Vervolgens geeft Matthéüs ons het enige ooggetuigeverslag dat wij bezitten over de wijze waarop Jezus ter herdenking van zijn dood het Avondmaal des Heren instelt. Matthéüs vervolgt dan met te verhalen wat Jezus in Gethsémane meemaakt, zijn arrestatie, hoe Petrus hem verloochent, het verhoor van Christus, Pilatus’ weifelende houding en hoe hij demonstratief zijn handen wast en hoe Jezus vervolgens op de heuvel Golgotha als Koning der joden tussen twee misdadigers aan de paal wordt gehangen. — Matth. 26:1-75.

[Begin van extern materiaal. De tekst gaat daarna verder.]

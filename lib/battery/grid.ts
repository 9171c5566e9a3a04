/**
 * Probability on a grid: depth of discharge x ln(rate) x voltage offset. Depth moves with
 * the mass (its window follows mean +/- WINDOW spreads, so a sharp posterior is drawn as
 * finely as a wide one); the other two axes stand still. Deterministic throughout.
 */
import { ASSUMED } from "./assumptions";
import type { PackModel } from "./pack-model";

const DEPTH_NODES = 48;
const RATE_NODES = 17;
const OFFSET_NODES = 5;
/** The depth window reaches this many spreads to either side of the mean. */
export const WINDOW = 4.5;
/** Added to every weight of evidence: nothing becomes certain. */
const DOUBT = 1e-9;

const OFFSET_PRIOR = bells(OFFSET_NODES);

/** Normal weights at whole spreads around 0, summing to 1. */
function bells(count: number): Float64Array {
  const weights = Float64Array.from({ length: count }, (_, o) =>
    Math.exp(-0.5 * (o - (count - 1) / 2) ** 2),
  );
  const total = weights.reduce((a, b) => a + b, 0);
  return weights.map((w) => w / total);
}

export interface Grid {
  readonly nx: number;
  readonly nr: number;
  readonly no: number;
  /**
   * Mass of offset o, rate r, depth i at [(o nr + r) nx + i]. Evidence only multiplies it;
   * `consume` and the filter's end bring it back to a sum of 1.
   */
  p: Float64Array;
  /** Working space: the next `p`, one value a row, three a depth node. */
  spare: Float64Array;
  readonly rowMass: Float64Array;
  readonly nodeA: Float64Array;
  readonly nodeB: Float64Array;
  readonly nodeC: Float64Array;
  depthFrom: number;
  depthStep: number;
  readonly lnRate: Float64Array;
  readonly rate: Float64Array;
  readonly rateStep: number;
  /** Offsets in mV and their spacing. */
  readonly offsetMv: Float64Array;
  readonly offsetStepMv: number;
  /** Prior probability of each offset. */
  readonly offsetPrior: Float64Array;
}

/** Grid of a new pack. `years`: how long the draw will have wandered; `sd`: widest prior. */
export function newGrid(model: PackModel, years: number, sd: number): Grid {
  const half = 3 * Math.hypot(sd, ASSUMED.drawWalkPerYear * Math.sqrt(Math.min(years, 15)));
  const rateStep = (2 * half) / (RATE_NODES - 1);
  const lnRate = Float64Array.from(
    { length: RATE_NODES },
    (_, r) => model.prior.mean - half + r * rateStep,
  );
  const size = OFFSET_NODES * RATE_NODES * DEPTH_NODES;
  const middle = (OFFSET_NODES - 1) / 2;
  const grid: Grid = {
    nx: DEPTH_NODES,
    nr: RATE_NODES,
    no: OFFSET_NODES,
    p: new Float64Array(size),
    spare: new Float64Array(size),
    rowMass: new Float64Array(OFFSET_NODES * RATE_NODES).fill(1),
    nodeA: new Float64Array(DEPTH_NODES),
    nodeB: new Float64Array(DEPTH_NODES),
    nodeC: new Float64Array(DEPTH_NODES),
    depthFrom: model.startDepth - WINDOW * model.startSd,
    depthStep: (2 * WINDOW * model.startSd) / (DEPTH_NODES - 1),
    lnRate,
    rate: lnRate.map(Math.exp),
    rateStep,
    offsetMv: Float64Array.from(
      { length: OFFSET_NODES },
      (_, o) => (o - middle) * model.offsetSdMv,
    ),
    offsetStepMv: model.offsetSdMv,
    offsetPrior: OFFSET_PRIOR,
  };
  fillPrior(grid, model);
  return grid;
}

function fillPrior(grid: Grid, model: PackModel): void {
  const { nx, nr, no } = grid;
  const bell = (x: number, mean: number, sd: number): number =>
    Math.exp(-0.5 * ((x - mean) / sd) ** 2);
  for (let o = 0; o < no; o++) {
    const wo = grid.offsetPrior[o]!;
    for (let r = 0; r < nr; r++) {
      const wr = wo * bell(grid.lnRate[r]!, model.prior.mean, model.prior.sd);
      for (let i = 0; i < nx; i++) {
        const depth = grid.depthFrom + i * grid.depthStep;
        grid.p[(o * nr + r) * nx + i] = wr * bell(depth, model.startDepth, model.startSd);
      }
    }
  }
  normalise(grid);
}

/** Scale to a sum of 1; returns the sum before. A sum of 0 leaves the grid untouched. */
export function normalise(grid: Grid): number {
  const { p } = grid;
  let sum = 0;
  for (let k = 0; k < p.length; k++) sum += p[k]!;
  if (sum > 0 && Number.isFinite(sum)) {
    const scale = 1 / sum;
    for (let k = 0; k < p.length; k++) p[k]! *= scale;
  }
  return sum;
}

/** Multiply by a weight that depends on depth alone. */
export function weighDepth(grid: Grid, weight: (depth: number) => number): void {
  const { p, nx } = grid;
  for (let i = 0; i < nx; i++) {
    const w = weight(grid.depthFrom + i * grid.depthStep) + DOUBT;
    for (let k = i; k < p.length; k += nx) p[k]! *= w;
  }
}

/** Marginal mass of each depth node. */
export function depthMarginal(
  grid: Grid,
  into: Float64Array = new Float64Array(grid.nx),
): Float64Array {
  const { p, nx, rowMass } = grid;
  into.fill(0);
  for (let row = 0, k = 0; row < rowMass.length; row++, k += nx) {
    if (rowMass[row] === 0) continue;
    for (let i = 0; i < nx; i++) into[i]! += p[k + i]!;
  }
  return into;
}

/** Marginal mass of each rate node. */
export function rateMarginal(grid: Grid): Float64Array {
  const { p, nx, nr } = grid;
  const marginal = new Float64Array(nr);
  for (let row = 0; row * nx < p.length; row++) {
    let mass = 0;
    for (let k = row * nx; k < (row + 1) * nx; k++) mass += p[k]!;
    marginal[row % nr]! += mass;
  }
  return marginal;
}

Wanneer Jezus wordt gearresteerd, vluchten al zijn apostelen. Door deze wending in de gebeurtenissen waren zij stellig terneergeslagen. Maar dit duurde niet lang. Op de derde dag vernemen zij dat Jezus uit de doden is opgewekt. Later treffen zij Jezus in Galiléa waar hij hun, ongetwijfeld vlak voor zijn hemelvaart, tot afscheid de volgende opdracht geeft: „Gaat daarom en maakt discipelen van mensen uit alle natiën, hen dopende . . . En ziet! ik ben met u alle dagen tot het besluit van het samenstel van dingen.” — Matth. 28:19, 20.
Het behoeft geen betoog dat Matthéüs het bewijs heeft geleverd dat hij zijn thema terecht heeft gekozen. Jezus van Nazareth is werkelijk de Messías, de Zoon van God. Matthéüs heeft dit bewijs geleverd door de aandacht te vestigen op de vele profetieën die door Jezus zijn vervuld, de wonderen die hij heeft verricht en de waarheden die hij heeft onderwezen. Matthéüs beschikte ongetwijfeld over een scherp verstand en een dankbare geest, nog verlevendigd door Gods heilige geest. Omdat Gods geest hem leidde en de dingen die Jehovah God hem wilde laten optekenen in zijn geest terugbracht, was hij in staat een beknopt en krachtig verslag van Jezus’ leven te boek te stellen.
Hoe dankbaar kunnen wij jegens Jehovah God zijn dat Hij zo’n nederige, oprechte en onzelfzuchtige dienstknecht van hem, die ook een volgeling van zijn Zoon was, ertoe geïnspireerd heeft zo’n geloofversterkend verslag omtrent Jezus’ aardse bediening op te tekenen! Mogen wij werkelijk goed op de hoogte raken met dit verslag zodat wij niet alleen overeenkomstig de beginselen die door Jezus werden uiteengezet, kunnen leven maar ook bij elke gelegenheid het „goede nieuws” kunnen vertellen dat de lang geleden beloofde Messías op Gods bestemde tijd en in vervulling van vele in de Hebreeuwse Geschriften opgetekende profetieën, is gekomen. — Matth. 24:14.